Всегда слишком поздно?
Светлана пришла на мероприятие, чтобы получить помощь в восстановлении судьбы сразу трёх прадедов. Она занялась историей своей семьи уже давно, но клубок никак не хочет распутываться, и для полной картины не хватает деталей. Раньше не было принято распространяться о своём прошлом.
Прадед Светланы жил в Мордовии, потом как-то оказался в Ленинградской области, оттуда был призван на войну, а в 1946 году госпитализирован в Пермь. Тут он и остался жить. Иван из общества “Мемориал” тут же забивает имя прадеда в базу данных, но, увы, не находит. Зацепиться пока больше не за что… Однако здесь никто не отчаивается — по словам другого эксперта, Натальи Краснопёровой, на восстановление истории своей семьи обычно уходит около пяти лет. “Это большая работа, но очень увлекательная”, — говорит Наталья.
Другой прадед Светланы войны не застал — был расстрелян в 1938 году. То ли раскулачен, то ли заподозрен в заговоре против государства — неизвестно. Светлане было важно узнать место захоронения, но в Кудымкаре, где жил прадед, развели руками. По словам Ивана, в самом Кудымкаре вряд ли расстреливали — увозили на специальные места. В наших краях такая печальная точка — “12-ый километр” в Свердловской области. На сайте пермского “Мемориала” есть список «12-ого километра», в котором перечислены имена похороненных под Екатеринбургом жертв «Большого террора». Все вместе ищем в списке фамилию прадеда Светланы — и находим. Это грустное чудо — найти место захоронения прадеда, которого никогда не видела, но так долго искала. На глазах у женщины слёзы.
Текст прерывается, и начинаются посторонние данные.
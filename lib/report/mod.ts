/**
 * The report: the whole analysis of two sample files (and optionally a trained
 * discriminator's outputs and a claims file) as one folder with a self-contained
 * index.html, summary.json (schema in `summary.schema.json`) and every figure as .svg and
 * .png. `deno task analyse` is a thin command over {@linkcode prepareAnalysis},
 * {@linkcode runAnalysis} and {@linkcode writeReport}.
 *
 * The report is a list of sections ({@linkcode ReportSection}): each says whether it
 * applies to the inputs, which estimate keys it writes, and runs; new capabilities plug in
 * as new sections.
 *
 * @example
 * ```ts
 * import { DEFAULT_SECTIONS } from "./mod.ts";
 * import assert from "node:assert/strict";
 * assert.deepEqual(DEFAULT_SECTIONS.map((s) => s.id), ["inputs", "density", "gaussian", "metrics", "comparison", "discriminator",
 *   "training", "checkpoints"]);
 * ```
 *
 * @module
 */
export * from "./types.ts";
export * from "./json.ts";
export * from "./inputs.ts";
export * from "./defaults.ts";
export * from "./estimate_json.ts";
export * from "./claims.ts";
export * from "./schema.ts";
export * from "./section_inputs.ts";
export * from "./section_density.ts";
export * from "./section_gaussian.ts";
export * from "./section_metrics.ts";
export * from "./section_discriminator.ts";
export * from "./section_comparison.ts";
export * from "./section_training.ts";
export * from "./html.ts";
export * from "./analyse.ts";
export * from "./write.ts";
export * from "./command.ts";
// Types of other folders that this folder's API mentions, re-exported so the module documents alone.
export type { Estimate, EstimateUnit } from "../estimate/mod.ts";
export type { Figure } from "../plot/mod.ts";
export type { Samples } from "../samples/mod.ts";
export type { OutputScale } from "../discriminator/mod.ts";
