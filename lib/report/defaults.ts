/**
 * Defaults chosen by the data: which density route (KDE, a BIC-selected mixture, or none),
 * Monte Carlo sizes, bootstrap replicates and seeds, each with the reason it was chosen,
 * recorded in summary.json.
 *
 * @module
 */
import { SaddleError } from "../errors/mod.ts";

/** Caller's overrides of the data-driven defaults. */
export interface PlanOptions {
  /** Base seed of every random step (default 2026). Sections derive `seed:section`. */
  seed?: number;
  /** Confidence level of every interval (default 0.95). */
  level?: number;
  /** Refit-bootstrap replicates of the density route (default 100). */
  replicates?: number;
  /** Rows a side the density route uses at most (default 5000; a seeded subsample above). */
  maxDensityRows?: number;
  /** Bootstrap replicates of each checkpoint's metrics (default 20). */
  checkpointReplicates?: number;
  /** Half-sample replicates of the comparison of several generators (default 50). */
  comparisonReplicates?: number;
}

/** How the density-based quantities are computed, or why they are not. */
export type DensityRoute =
  | {
    readonly kind: "kde";
    readonly bandwidth: "scott";
    readonly integration: "grid" | "monte-carlo";
    readonly reason: string;
  }
  | {
    readonly kind: "mixture";
    readonly components: readonly [number, number];
    readonly criterion: "bic";
    readonly integration: "monte-carlo";
    readonly reason: string;
  }
  | { readonly kind: "none"; readonly reason: string };

/** Everything chosen before the run, recorded under `plan` in summary.json. */
export interface ReportPlan {
  /** Base seed. */
  readonly seed: number;
  /** Confidence level. */
  readonly level: number;
  /** Dimension of the data. */
  readonly d: number;
  /** Rows of each side. */
  readonly n: { readonly real: number; readonly fake: number };
  /** The density route. */
  readonly density: DensityRoute;
  /** Refit-bootstrap replicates of the density route. */
  readonly replicates: number;
  /** Rows a side the density route uses (a seeded subsample when the data have more). */
  readonly densityRows: number;
  /** Bootstrap replicates of the sample statistics (Gaussian fits, the discriminator). */
  readonly sampleReplicates: number;
  /** Largest d for which Gaussian fits of both sides are compared in closed form. */
  readonly gaussianMaxD: number;
  /** Monte Carlo draws a density for d > 2 (each replicate). */
  readonly monteCarloDraws: number;
  /** Rows a side the pairwise feature-space metrics and tests use at most. */
  readonly metricRows: number;
  /** Bootstrap replicates of the Fréchet distance (each a covariance and an eigensolve). */
  readonly frechetReplicates: number;
  /** Random relabellings of the MMD permutation test. */
  readonly permutations: number;
  /** Bootstrap replicates of each checkpoint's metrics (`--checkpoints`). */
  readonly checkpointReplicates: number;
  /** Half-sample replicates of the comparison of several generators. */
  readonly comparisonReplicates: number;
  /** Neighbours k of the k-NN metrics: precision/recall and density/coverage. */
  readonly metricK: { readonly precisionRecall: number; readonly densityCoverage: number };
  /** Why each choice was made. */
  readonly reasons: readonly string[];
}

function atLeastTen(v: number, what: string, parameter: string): number {
  if (!Number.isInteger(v) || v < 10) {
    throw new SaddleError("invalid-argument", `${what} must be a whole number >= 10, got ${v}`, {
      parameter,
    });
  }
  return v;
}

/** Largest d with a KDE route. */
export const KDE_MAX_D = 3;
/** Largest d with any density route: above it densities are not estimated. */
export const DENSITY_MAX_D = 10;

/**
 * Choose the methods from the data's size and dimension:
 * - density route: a Gaussian KDE (Scott's rule) for d ≤ 3, a Gaussian mixture with 1–5
 *   components chosen by BIC for 3 < d ≤ 10, none above (density estimates degrade in high
 *   dimension), and none when a side has fewer than max(20, 5·(d+1)) rows;
 * - integration on a grid for d ≤ 2, Monte Carlo (2000 draws a density) above;
 * - 100 refit replicates, on at most 5000 rows a side (a seeded subsample above);
 * - Gaussian closed forms for d ≤ 64 when each side has more than d + 1 rows;
 * - feature-space metrics for every d: the pairwise ones (MMD, energy, sliced Wasserstein,
 *   k-NN precision/recall with k = 3 and density/coverage with k = 5, the two-sample tests
 *   with 200 permutations) on a seeded subsample of at most 2000 rows a side, the Fréchet
 *   distance on all rows with 100 bootstrap replicates for d ≤ 64, 30 for d ≤ 512, 10 above.
 *
 * @example
 * ```ts
 * import { choosePlan } from "./defaults.ts";
 * import assert from "node:assert/strict";
 * assert.equal(choosePlan({ d: 2, nReal: 2000, nFake: 2000 }).density.kind, "kde");
 * assert.equal(choosePlan({ d: 8, nReal: 2000, nFake: 2000 }).density.kind, "mixture");
 * assert.equal(choosePlan({ d: 64, nReal: 2000, nFake: 2000 }).density.kind, "none");
 * ```
 */
export function choosePlan(
  data: { d: number; nReal: number; nFake: number },
  options: PlanOptions = {},
): ReportPlan {
  const { d, nReal, nFake } = data;
  const seed = options.seed ?? 2026;
  const level = options.level ?? 0.95;
  const replicates = options.replicates ?? 100;
  const maxRows = options.maxDensityRows ?? 5000;
  if (!Number.isSafeInteger(seed) || seed < 0) {
    throw new SaddleError("invalid-argument", `seed must be a whole number >= 0, got ${seed}`, {
      parameter: "--seed",
    });
  }
  if (!Number.isInteger(replicates) || replicates < 10) {
    throw new SaddleError(
      "invalid-argument",
      `replicates must be a whole number >= 10, got ${replicates}`,
      { parameter: "--replicates" },
    );
  }
  if (!(level > 0 && level < 1)) {
    throw new SaddleError("invalid-argument", `level must be in (0, 1), got ${level}`, {
      parameter: "--level",
    });
  }
  if (!Number.isInteger(maxRows) || maxRows < 20) {
    throw new SaddleError("invalid-argument", `max density rows must be >= 20, got ${maxRows}`, {
      parameter: "maxDensityRows",
    });
  }
  const reasons: string[] = [];
  const nMin = Math.min(nReal, nFake);
  const needed = Math.max(20, 5 * (d + 1));
  let density: DensityRoute;
  if (d > DENSITY_MAX_D) {
    density = {
      kind: "none",
      reason: `d = ${d} > ${DENSITY_MAX_D}: density estimates (and D*, the value at the optimum ` +
        "and f-divergences between them) degrade in high dimension and are not computed",
    };
  } else if (nMin < needed) {
    density = {
      kind: "none",
      reason: `a side has ${nMin} rows, fewer than ${needed} = max(20, 5(d + 1)): too few to fit ` +
        "a density",
    };
  } else if (d <= KDE_MAX_D) {
    density = {
      kind: "kde",
      bandwidth: "scott",
      integration: d <= 2 ? "grid" : "monte-carlo",
      reason: `d = ${d} ≤ ${KDE_MAX_D}: Gaussian KDE with Scott's rule on each side`,
    };
  } else {
    density = {
      kind: "mixture",
      components: [1, 5],
      criterion: "bic",
      integration: "monte-carlo",
      reason: `${KDE_MAX_D} < d = ${d} ≤ ${DENSITY_MAX_D}: a KDE is a poor density estimate ` +
        "here; a full-covariance Gaussian mixture with 1–5 components chosen by BIC on each side",
    };
  }
  reasons.push(density.reason);
  const densityRows = Math.min(maxRows, Math.max(nReal, nFake));
  if (density.kind !== "none") {
    reasons.push(
      `refit bootstrap with ${replicates} replicates` +
        (Math.max(nReal, nFake) > maxRows
          ? `, on a seeded subsample of ${maxRows} rows a side (more rows make each replicate ` +
            "slower and the interval only slightly narrower)"
          : ""),
    );
    reasons.push(
      density.integration === "grid"
        ? "integration on a grid (500 cells in 1-D, 48 × 48 in 2-D)"
        : "Monte Carlo integration with 2000 draws a density in each replicate",
    );
  }
  const gaussianMaxD = 64;
  reasons.push(
    `Gaussian fits compared in closed form for d ≤ ${gaussianMaxD} (each side needs more than ` +
      "d + 1 rows); 200 bootstrap replicates",
  );
  const metricRows = 2000;
  const frechetReplicates = d <= 64 ? 100 : d <= 512 ? 30 : 10;
  reasons.push(
    `feature-space metrics for every d: pairwise ones (MMD, energy, sliced Wasserstein, k-NN ` +
      `precision/recall with k = 3, density/coverage with k = 5, tests) on at most ${metricRows} ` +
      `rows a side; the Fréchet distance on all rows with ${frechetReplicates} bootstrap ` +
      `replicates (fewer for larger d: each costs a d × d covariance and an eigensolve); ` +
      "200 permutations for the MMD test",
  );
  const checkpointReplicates = atLeastTen(
    options.checkpointReplicates ?? 20,
    "checkpoint replicates",
    "--checkpoint-replicates",
  );
  const comparisonReplicates = atLeastTen(
    options.comparisonReplicates ?? 50,
    "comparison replicates",
    "comparisonReplicates",
  );
  reasons.push(
    `several generators (when given): compared on the same seeded subsample of at most ` +
      `${metricRows} rows a side with ${comparisonReplicates} half-sample replicates`,
  );
  reasons.push(
    `checkpoints (when given): ${checkpointReplicates} bootstrap replicates each (a series of ` +
      "many checkpoints multiplies the cost; the trend matters more than each interval)",
  );
  reasons.push(`seed ${seed}; each section draws from the seed "${seed}:<section id>"`);
  return {
    seed,
    level,
    d,
    n: { real: nReal, fake: nFake },
    density,
    replicates,
    densityRows,
    sampleReplicates: 200,
    gaussianMaxD,
    monteCarloDraws: 2000,
    metricRows,
    frechetReplicates,
    permutations: 200,
    metricK: { precisionRecall: 3, densityCoverage: 5 },
    checkpointReplicates,
    comparisonReplicates,
    reasons,
  };
}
— Жалко, что поздно нашли, чуть-чуть не успели — мы каждый год устраиваем поездку родственников на “12-ый километр”, — говорит Иван.
— Знаете, в деле, которым вы занимаетесь, всё всегда слишком поздно, — отвечает Светлана.
Иван Васильев / фото Дмитрия Окунцева
Иван не согласен, а к тому, что делает, подходит по-философски: люди живы, пока о них помнят.
У моего деда было семь братьев и сестёр, и к 2013 году осталось пятеро. И я понял: люди-то уходят. Я придерживаюсь этого принципа: человек жив, пока о нём помнят и говорят.
Где-то год назад я подумал, что Вторая мировая война — величайшее событие, но мы её знаем как государственную историю. Курская битва, оборона Сталинграда. Большие события, движения войск. А этим всем занимались живые люди. Люди, которые любили и ненавидели, боялись и были отважными. А что делал простой человек, на чей жизненный путь выпала война? Я сразу нашёл ответ: кем заниматься, как ни своими родными?
Вести такие исследования приятно, во-первых, потому что ты копаешься в исторической тематике, которую до тебя никто не трогал. А, во-вторых, у меня был такой мотив, философские рассуждения — от скольки факторов зависит то, что мы в принципе родились? Меня зацепило понимание того, что в жизни прадеда была масса моментов, когда он должен был отправиться “туда”, но не отправился. И именно поэтому я сейчас сижу здесь и могу говорить.